When the frequency reaches 30MHz or more, the wavelength will also become shorter. At this time, if only the noise source voltage generated on the power supply line is *price, it does not match the actual interference. Therefore, a method of directly measuring the magnitude of the interference wave* valence noise propagating into the space is adopted, and the noise is called radiation noise. The method of measuring radiation noise includes a method of directly measuring an interference wave of a propagation space by electric field strength and a method of measuring power leaked to a power line.
The electromagnetic compatibility test includes the following test contents:
1 Magnetic field sensitivity (immunity) The degree of undesired response of equipment, subsystems or systems to exposure to electromagnetic radiation. The smaller the sensitivity level, the higher the sensitivity and the worse the noise immunity. Includes magnetic field testing of fixed frequency, peak-to-peak value.

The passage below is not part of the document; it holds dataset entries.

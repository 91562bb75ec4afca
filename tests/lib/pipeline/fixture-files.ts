// The meter fixtures with their expected tests (fixtures/meters/*.expected.json), and a
// register CSV for their trap tags, shared by the pipeline tests.
import { readdirSync, readFileSync } from 'node:fs';
import { join } from 'node:path';
import type { ExpectedFile } from '@/fixtures/meters/expected-types';
import { parseInstrumentProfile, type InstrumentProfile } from '@/lib/import/instrument-profile';

export const METERS = join(__dirname, '../../../fixtures/meters');

export interface MeterFixture {
  rel: string;
  path: string;
  fileName: string;
  expected: ExpectedFile;
  bytes: Uint8Array;
}

export const METER_FIXTURES: MeterFixture[] = readdirSync(METERS, { recursive: true, encoding: 'utf8' })
  .filter((f) => f.endsWith('.expected.json'))
  .sort()
  .map((f) => {
    const rel = f.replace(/\.expected\.json$/, '');
    const expected = JSON.parse(readFileSync(join(METERS, f), 'utf8')) as ExpectedFile;
    return { rel, path: join(METERS, rel), fileName: rel.split('/').pop()!, expected, bytes: new Uint8Array(readFileSync(join(METERS, rel))) };
  });

export function loadProfile(rel: string): InstrumentProfile {
  const r = parseInstrumentProfile(readFileSync(join(METERS, rel), 'utf8'));
  if (!r.ok) throw new Error(`${rel}: ${r.issues.join('; ')}`);
  return r.profile;
}

/** Every trap tag of the fixtures (sorted), from the expected files. */
export function fixtureTrapTags(): string[] {
  const tags = new Set<string>();
  for (const f of METER_FIXTURES) for (const t of f.expected.tests) if (t.role === 'trap') tags.add(t.tag);
  return [...tags].sort();
}

const TYPES = ['thermodynamic_disc', 'inverted_bucket', 'thermostatic_balanced_pressure', 'float_thermostatic', 'thermostatic_bimetallic'] as const;

/**
 * A register for the fixture tags: types in turn, pressures 4–12 barg, DN 15/20/25, all in
 * service. Types and pressures are ours, chosen only so that every check is exercised.
 */
export function fixtureRegisterCsv(tags = fixtureTrapTags()): { csv: string; rows: Map<string, { type: string; pressureBarg: number; sizeDn: number }> } {
  const rows = new Map<string, { type: string; pressureBarg: number; sizeDn: number }>();
  const lines = ['tag,trap_type,pressure_barg,size_dn,status'];
  tags.forEach((tag, i) => {
    const row = { type: TYPES[i % TYPES.length], pressureBarg: 4 + (i % 9), sizeDn: [15, 20, 25][i % 3] };
    rows.set(tag, row);
    lines.push(`${tag},${row.type},${row.pressureBarg},${row.sizeDn},in_service`);
  });
  return { csv: `${lines.join('\n')}\n`, rows };
}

2 Electrostatic discharge sensitivity Charge transfer caused by objects with different electrostatic potentials approaching or directly contacting each other. The 300PF capacitor is charged to -15000V and discharged through a 500Ω resistor. Can be overdone, but it should be normal after the release. After the test, data transfer and storage cannot be lost.
3 Power supply transient sensitivity includes spike signal sensitivity (0.5μs, 10μs 2x), voltage transient sensitivity (10%-30%, 30S recovery), frequency transient sensitivity (5%-10%, 30S recovery) ).
4 Radiation sensitivity is a measure of the radiated interference field that causes the device to degrade. (14kHz-1GHz, electric field strength is 1V/M).
5 Conductivity Sensitivity A measure of an interfering signal or voltage on a power supply, control, or signal line when it causes an undesired response from the device or causes its performance to degrade. (30Hz-50kHz/3V, 50kHz -400MHz/1V).
6 Non-operating state magnetic field interference box 4.6m, magnetic flux density is less than 0.525μT; 0.9m, 0.525μT.
7 Working state magnetic field interference upper, lower, left and right AC flux density is less than 0.5mT.
8 Conducted interference interferes with the propagation of the conductor. 10kHz-30MHz, 60(48)dBμV.
9 Radiated interference Electromagnetic interference propagating through electromagnetic waves in space. 10kHz-1000MHz, 30 shielded room 60 (54) μV / m.